There is a need to predict the risk of allergic diseases, especially in young, pre-school children. In these children, allergy is difficult to diagnose. Prof. Gerard Koppelman, paediatric pulmonologist at UMCG and initiator of the project, explains: 'Young children often suffer from brief illnesses in which the symptoms may resemble an allergic condition, for example attacks of shortness of breath or frequent colds. It is then difficult to diagnose chronic allergic disease. After all, we should try to avoid prescribing medication for an allergic condition if it is not necessary. An algorithm provides additional insight to make a better diagnosis.'
Over the past decade, the amount of human DNA data has doubled every seven months. This data comes from different layers of the human genome, called multi-omics, and offers a new and unprecedented level of insight into diseases. The Groningen Research Institute for Asthma and COPD (GRIAC) has such unique DNA data from blood and nasal cells of participants in the national birth cohort 'Prevention and Incidence of Asthma and Mite Allergy' (PIAMA).
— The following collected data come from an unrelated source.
package jonquil.units;

import static org.junit.jupiter.api.Assertions.assertEquals;
import static org.junit.jupiter.api.Assertions.assertInstanceOf;
import static org.junit.jupiter.api.Assertions.assertTrue;

import java.math.BigDecimal;
import java.util.List;
import java.util.SplittableRandom;
import java.util.regex.Matcher;
import java.util.regex.Pattern;
import org.junit.jupiter.api.RepeatedTest;
import org.junit.jupiter.api.RepetitionInfo;

/**
 * Whatever QuantityFormat prints, UnitParser reads back as the same value to four significant
 * digits.
 */
class FormatRoundTripPropertyTest {
  private static final long SEED = 0x554E495453L;
  private static final Pattern PRINTED =
      Pattern.compile("(-?[0-9]+(?:\\.[0-9]+)?(?:e-?[0-9]+)?) ?(.*)");

  private static final List<Dimension> DIMENSIONS =
      List.of(
          Dimension.DIMENSIONLESS,
          Dimension.LENGTH,
          Dimension.AREA,
          Dimension.LENGTH4,
          Dimension.INVERSE_LENGTH,
          Dimension.TIME,
          Dimension.FREQUENCY,
          Dimension.ANGLE,
          Dimension.POWER,
          Dimension.ENERGY,
          Dimension.IRRADIANCE,
          Dimension.FLUENCE,
          Dimension.LINEAR_POWER_DENSITY,
          Dimension.ELECTRIC_FIELD,
          Dimension.TEMPERATURE,
          Dimension.RESPONSIVITY,
          Dimension.MASS,
          Dimension.CURRENT,
          Dimension.VOLTAGE,
          new Dimension(1, 1, -2, 0, 0, 0),
          new Dimension(-2, 0, 1, 0, 0, 1));

  @RepeatedTest(1000)
  void printedValueParsesBack(RepetitionInfo info) {
    SplittableRandom r = new SplittableRandom(SEED + info.getCurrentRepetition());
    Dimension dim = DIMENSIONS.get(r.nextInt(DIMENSIONS.size()));
    double si = UnitPropertyTest.randomValue(r);
    String printed = QuantityFormat.format(si, dim);
    assertRoundTrip(printed, si, dim);
    for (String alt : QuantityFormat.alternatives(si, dim)) {
      if (!alt.startsWith("OD ")) {
        assertRoundTrip(alt, si, dim);
      }
    }
  }

  private static void assertRoundTrip(String printed, double si, Dimension dim) {
    Matcher m = PRINTED.matcher(printed);
    assertTrue(m.matches(), printed);
    BigDecimal written = new BigDecimal(m.group(1));
    double number = written.doubleValue();
    Unit unit =
        m.group(2).isEmpty()
            ? Unit.dimensionless()
            : assertInstanceOf(UnitParse.Ok.class, UnitParser.parse(m.group(2)), printed).unit();
    double back = unit.toSi(number);
    // The printed number is off by at most half of its fourth significant digit; the unit
    // carries that slack into SI.
    int exponent = written.precision() - written.scale() - 1;
    double slack = 0.5 * Math.pow(10, exponent - 3);
    double tolerance =
        unit.scale() == Scale.DECIBEL
            ? Math.abs(si) * (Math.pow(10, slack / 10) - 1)
            : slack * unit.factor();
    tolerance = tolerance * (1 + 1e-9) + 1e-12 * Math.abs(si);
    assertEquals(si, back, tolerance, printed);
    assertEquals(dim, unit.dimension(), printed);
  }
}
In this cohort, participants are followed from birth in 1996/97. By analysing this DNA data on a large scale, the researchers found three DNA makers in nasal cells that were determinants of developing allergic disease. They were also able to show that these three DNA markers were associated with an inflammatory response in nasal cells. The developed algorithm can calculate a risk score for allergic disease based on these three DNA markers and use it to make a diagnosis.
To diagnose allergic disease in children, different methods are now often used. For asthma, a lung function test is usually done, but this is often not yet possible in younger children (up to 6 years old), so the doctor has to make the diagnosis based on certain symptoms, such as shortness of breath and a wheezing sound when breathing. To diagnose hay fever, a blood test or skin test is done in addition to looking at known symptoms such as cold symptoms and a runny nose. A blood test in particular is an invasive test that can be perceived as unpleasant for (young) children. To make diagnosing in children more gentle and effective, Koppelman wants to develop a non-invasive nasal swab based on the three DNA markers identified in the current study.
The algorithm also works well in children in other populations. The algorithm accurately diagnosed allergic diseases in an independent Puerto Rican cohort. This indicates that the algorithm indeed captures general biological signals present in other ethnic groups. This external testing is the golden standard in medical research to test whether the findings are reliable. However, the current algorithm was developed for 16-year-olds. As a result, the researchers found that the algorithm is less accurate two cohorts with 6-year-old children. Koppelman: 'Although this discovery is an important step forward in the application of artificial intelligence to diagnose allergy, we need to calibrate our algorithm for the younger age group in the future.'
In 2019, UMCG and MIcompany joined forces to conduct research by applying the latest techniques in artificial intelligence to complex, biomedical problems. Initiated by Gerard Koppelman and Marnix Bügel (founding partner MIcompany), the new algorithm was developed by a joint research team as part of this public-private partnership. The combination of expertise was key to the success of this study: artificial intelligence enables researchers to analyse large and complex data sets in a new way, and a deep understanding of such data and the underlying biology is crucial to reach meaningful conclusions.